“Today is a great day for Open webOS. We have completed our initial roadmap and are releasing Open webOS 1.0 on schedule, as promised.” The only use they mention in a video of WebOS running on a TouchSmart? Hotel kiosks. Sigh.
“Today is a great day for Open webOS. We have completed our initial roadmap and are releasing Open webOS 1.0 on schedule, as promised.” The only use they mention in a video of WebOS running on a TouchSmart? Hotel kiosks. Sigh.
Oh man…talk about excitement deflated. Firstly the video looks like it was made in the early 90s. Secondly, the guy looks like he is in pain doing this video and the long pauses with turn arounds are killer. Thirdly, Web OS looks laggy on the desktop. Where Thom’s heart is for BeOS, I think my heart is for WebOS and it kills me to see it in this light.
Besides hotel kiosk Touchsmarts, there’s Open webOS on a Nexus: http://www.webosnation.com/open-webos-oe-booted-galaxy-nexus-webos-…
Edited 2012-09-29 07:35 UTC
It does seem bizarre that the original webOS started on phones and tablets and yet openwebOS is demo’ed on an HP TouchSmart PC (which I doubt many people have even seen) and *not* on a phone or tablet where surely its more suited for the consumer?
To use hotel kiosks as an example seems fairly obscure (and with no actual demo apps shown for kiosks, it remains just a pipedream). If I were demo’ing openwebOS, I’d have shown a few typical apps running (e.g. an office suite, a browser, a game, a video camera app) to at least prove that you can do some common things that we’d expect and then maybe shown a few features that are unique (more about the card system and the ability to flick to close etc.).
The whole video came off as very flat – personally, I’d have a bit of unobtrusive background music, a short intro and then go fullscreen to show openwebOS in action (we don’t need to see the bloke once he’s introed openwebOS).
It’s simple. HP doesn’t make smartphones anymore. They do make these touch PCs. If they still made smartphones they’d be demoing it on a smartphone.
They are rumoured to be working on new smart phones. What they don’t make any more is tablets.
Showing off a mobile OS on a touch enabled PC is odd? You don’t see that as being the trend of the moment?
Tablets are getting keyboards PCs are getting 3G radios. This way they can show off the new OS with hardware that is available and trendy.
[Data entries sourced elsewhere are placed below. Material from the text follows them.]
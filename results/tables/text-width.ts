const graphemes = new Intl.Segmenter('en', { granularity: 'grapheme' });

/** Text of which every character takes one column: no need to look further. */
const plain = /^[ -~–…─·]*$/;

/** Scripts and signs that terminals draw two columns wide (Unicode Annex 11, wide and full width). */
const wide =
  /^[\u1100-\u115f\u2e80-\u303e\u3041-\ua4cf\ua960-\ua97c\uac00-\ud7a3\uf900-\ufaff\ufe30-\ufe6f\uff01-\uff60\uffe0-\uffe6\u{1b000}-\u{1b2ff}\u{20000}-\u{3fffd}]|\p{Emoji_Presentation}|\ufe0f/u;

/** What takes no place, or breaks the line: control and format characters, separators, lone surrogates and marks. */
const unprintable = /[\p{Cc}\p{Cf}\p{Zl}\p{Zp}\p{Cs}]+/gu;

/** A label made fit for one line of a terminal or file: each run of control characters becomes one space. */
export function oneLine(text: string): string {
  return text.replace(unprintable, ' ');
}

/** How many columns a line of text takes in a terminal. */
export function textWidth(text: string): number {
  if (plain.test(text)) return text.length;
  let width = 0;
  for (const { segment } of graphemes.segment(text)) width += graphemeWidth(segment);
  return width;
}

/** The text, or as much of it as fits `width` columns with an ellipsis at its end. */
export function truncateText(text: string, width: number): string {
  if (textWidth(text) <= width) return text;
  let kept = '';
  let used = 1;
  for (const { segment } of graphemes.segment(text)) {
    used += graphemeWidth(segment);
    if (used > width) break;
    kept += segment;
  }
  return `${kept.trimEnd()}…`;
}

/** The text with spaces after it, up to `width` columns. */
export function padTextEnd(text: string, width: number): string {
  return text + ' '.repeat(Math.max(0, width - textWidth(text)));
}

/** The text with spaces before it, up to `width` columns. */
export function padTextStart(text: string, width: number): string {
  return ' '.repeat(Math.max(0, width - textWidth(text))) + text;
}

/** Breaks a text at spaces into lines of at most `width` columns; every line but the first starts with `indent`. */
export function wrapText(text: string, width: number, indent = ''): string[] {
  const lines: string[] = [];
  let line = '';
  for (const word of text.split(' ')) {
    const longer = line === '' ? word : `${line} ${word}`;
    if (line !== '' && textWidth(longer) > width) {
      lines.push(line);
      line = indent + word;
    } else line = longer;
    line = truncateText(line, width);
  }
  return [...lines, line];
}

function graphemeWidth(grapheme: string): number {
  return wide.test(grapheme) ? 2 : 1;
}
Come on guys, hotel kiosk was just an example for it’s commercial potential and a bit of HP marketing “can integrate with our cloud services”.
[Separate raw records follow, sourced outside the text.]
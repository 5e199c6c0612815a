import type { Comparison } from '../comparison.js';

/** A comparison as JSON: keys in the order of their types, two spaces, full precision, null where nothing is known. */
export function renderJson(comparison: Comparison): string {
  return `${JSON.stringify(comparison, null, 2)}\n`;
}
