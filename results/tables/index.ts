import { renderCsv } from './csv.js';
import { renderJson } from './json.js';
import { renderMarkdown } from './markdown.js';
import type { TableFormat } from './table-format.js';

/** The files in which a comparison is kept, in the order they are written. */
export const tableFormats: readonly TableFormat[] = [
  { file: 'comparison.csv', render: renderCsv },
  { file: 'comparison.md', render: renderMarkdown },
  { file: 'comparison.json', render: renderJson },
];
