import { renderCsv } from './csv.js';
import { renderJson } from './json.js';
import { renderLatex } from './latex.js';
import { renderMarkdown } from './markdown.js';
import type { TableFormat } from './table-format.js';

/** The files in which a comparison is kept, in the order they are written. */
export const tableFormats: readonly TableFormat[] = [
  { name: 'csv', file: 'comparison.csv', render: renderCsv },
  { name: 'markdown', file: 'comparison.md', render: renderMarkdown },
  { name: 'json', file: 'comparison.json', render: renderJson },
  { name: 'latex', file: 'comparison.tex', render: renderLatex },
];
Those WebOS dev’s has to be paid.
The devs are going to get paid regardless; this is HP, not some small start up. But I think you’ve missed the point of the discontent anyway.
Hotels kiosk is a pretty bad example as it’s a niche market and one they didn’t even demonstrate any potential for anyway.
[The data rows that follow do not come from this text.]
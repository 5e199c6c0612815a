import type { Comparison } from '../comparison.js';
import type { Estimate } from '../estimate.js';
import type { Foot } from '../foot.js';
import {
  formatCount,
  formatDifference,
  formatP,
  formatScore,
  formatSeconds,
  missing,
} from '../format-number.js';
import type { Note, Notes } from '../notes.js';
import type { Overall, OverallScores } from '../overall.js';
import type { Ranks } from '../ranks.js';
import type { ReferenceBlock } from '../reference.js';
import type { MethodScores, Section } from '../section.js';
import { referenceRows } from './reference-rows.js';
import { describeTable } from './table-foot.js';
import { oneLine } from './text-width.js';
import {
  bestVisibleLabel,
  countAbove,
  describeDecision,
  describeOutcomes,
  describeSection,
  describeShare,
  describeTasks,
  describeTop,
} from './words.js';

/** A comparison as Markdown with pipe tables: one for each section, one over all tasks, then what stands out. */
export function renderMarkdown(comparison: Comparison): string {
  const { sections, overall, notes, foot } = comparison;
  const blocks = [
    '# Comparison',
    escapeMarkdown(
      `${foot.scale} Brackets hold 95 % intervals. Methods above the row "${bestVisibleLabel}" found, on average, better designs than the table held.`,
    ),
    ...sections.flatMap((section) => sectionBlocks(comparison, section)),
    ...(overall === null ? [] : overallBlocks(comparison, overall)),
    ...noteBlocks(notes),
    ...footBlocks(foot),
  ];
  return `${blocks.join('\n\n')}\n`;
}

/** A label as the text of a table cell or paragraph, with whatever Markdown would read as markup made literal. */
export function escapeMarkdown(text: string): string {
  return oneLine(text).replace(/[\\`*_{}[\]<>#|~&$]/g, '\\$&');
}

function sectionBlocks(comparison: Comparison, section: Section): string[] {
  const header = ['method', 'best', 'median', 'lift', 'optimism', 'failed', 'distinct', 'seconds'];
  const rows = section.methods.map((scores) => [
    escapeMarkdown(scores.method),
    showEstimate(scores.best, formatScore),
    showEstimate(scores.median, formatScore),
    ...sharedCells(scores),
  ]);
  const place = countAbove(
    section.methods.map(({ best }) => best.value),
    section.bestVisible.value,
  );
  return [
    `## ${escapeMarkdown(section.task)}`,
    escapeMarkdown([...describeSection(section), describeTop(section.top)].join(' · ')),
    pipeTable(header, rows.toSpliced(place, 0, lineToBeat([section.bestVisible]))),
    ...referenceBlocks(section.reference, section.methods, null),
    escapeMarkdown(describeTable(comparison, section)),
  ];
}

function overallBlocks(comparison: Comparison, overall: Overall): string[] {
  const { bestVisible, methods } = overall;
  const header = ['method', 'best', 'IQM of best', 'median', 'IQM of median'];
  const rows = methods.map((scores) => [
    escapeMarkdown(scores.method),
    showEstimate(scores.best.mean, formatScore),
    showEstimate(scores.best.interquartileMean, formatScore),
    showEstimate(scores.median.mean, formatScore),
    showEstimate(scores.median.interquartileMean, formatScore),
    ...sharedCells(scores),
  ]);
  const place = countAbove(
    methods.map(({ best }) => best.mean.value),
    bestVisible.mean.value,
  );
  return [
    '## All tasks',
    `${describeTasks(comparison.sections)} · mean of the tasks' means · IQM: interquartile mean over all cells`,
    pipeTable(
      [...header, 'lift', 'optimism', 'failed', 'distinct', 'seconds'],
      rows.toSpliced(place, 0, lineToBeat([bestVisible.mean, bestVisible.interquartileMean])),
    ),
    ...referenceBlocks(overall.reference, methods, overall.ranks),
    escapeMarkdown(describeTable(comparison, overall)),
  ];
}

function referenceBlocks(
  block: ReferenceBlock | null,
  scores: readonly (MethodScores | OverallScores)[],
  ranks: Ranks | null,
): string[] {
  if (block === null) return [];
  const header = [
    'method',
    'difference',
    'p',
    'verdict',
    'w/t/l',
    ...(ranks ? ['rank'] : []),
    'beat visible',
  ];
  const rows = referenceRows(block, scores, ranks).map(
    ({ method, isReference, against, meanRank, beatVisible }) => [
      escapeMarkdown(method),
      ...(against === null
        ? [missing, missing, isReference ? 'reference' : 'no pair', missing]
        : [
            showEstimate(against.difference, formatDifference),
            escapeMarkdown(formatP(against.adjustedP)),
            escapeMarkdown(describeDecision(against)),
            describeOutcomes(against),
          ]),
      ...(ranks ? [meanRank?.toFixed(2) ?? missing] : []),
      escapeMarkdown(describeShare(beatVisible)),
    ],
  );
  return [`Against ${escapeMarkdown(block.method)}, by ${block.score}:`, pipeTable(header, rows)];
}

function sharedCells(scores: MethodScores | OverallScores): string[] {
  const { lift, optimism, failures, cells, distinct, seconds } = scores;
  return [
    showEstimate(lift, formatDifference),
    optimism === null ? missing : showEstimate(optimism, formatDifference),
    `${failures}/${cells}`,
    distinct === null ? missing : formatCount(distinct),
    seconds === null ? missing : escapeMarkdown(formatSeconds(seconds)),
  ];
}

function lineToBeat(best: readonly Estimate[]): string[] {
  return [`**${bestVisibleLabel}** (line to beat)`, ...best.map((it) => showEstimate(it, formatScore))];
}

function pipeTable(header: readonly string[], rows: readonly string[][]): string {
  const lines = [
    header,
    header.map((_, column) => (column === 0 ? ':---' : '---:')),
    ...rows.map((row) => header.map((_, column) => row[column] ?? missing)),
  ];
  return lines.map((cells) => `| ${cells.join(' | ')} |`).join('\n');
}

function showEstimate({ value, interval }: Estimate, format: (value: number) => string): string {
  if (interval === null) return format(value);
  return `${format(value)} \\[${format(interval.low)}, ${format(interval.high)}\\]`;
}

function noteBlocks({ fooled, failed, incomplete }: Notes): string[] {
  const kinds: [string, readonly Note[]][] = [
    ['Fooled by its own model', fooled],
    ['Failed', failed],
    ['Not finished', incomplete],
  ];
  return kinds.flatMap(([title, notes]) =>
    notes.length === 0
      ? []
      : [`## ${title}`, notes.map(({ text }) => `- ${escapeMarkdown(text)}.`).join('\n')],
  );
}

function footBlocks({ columns, sweeps, intervals, comparison, failures, seeds, version }: Foot): string[] {
  const spread = seeds.least === seeds.most ? `${seeds.most}` : `${seeds.least} to ${seeds.most}`;
  const lines = [
    ...columns.map(({ column, meaning }) => `${column}: ${meaning}.`),
    `Seeds for each task: ${spread}.`,
    ...sweeps,
    ...intervals,
    ...comparison,
    failures,
    `Made by onebatch ${version}.`,
  ];
  return ['## How to read this', lines.map((line) => `- ${escapeMarkdown(line)}`).join('\n')];
}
Thus what people are moaning about is how badly HP have sold webOS in that video. An advert like this is likely to make it harder to market webOS and thus harder for HP to justify their webOS division.
So really, we want the same end goal you’re talking about: a successful commercial product.
Hmmm, planned support for QT5
Thom,
It’s probably a good thing you’ve not been too exposed to WebOS. Like BeOS, it’s the sort of thing that hooks you and is difficult to shake. Using any mobile system these days that’s not WebOS seems like shoving my fist into a blender. Sure, the app selection’s crap, but it’s the only mobile system that genuinely makes me happy every time I use it. If Open WebOS amounts to anything, no matter how humble, it won’t be a waste of that genius. Blackberry knows it was genius. Google knows it was genius. It’s just a shame HP didn’t have the balls to carry it through the darker times.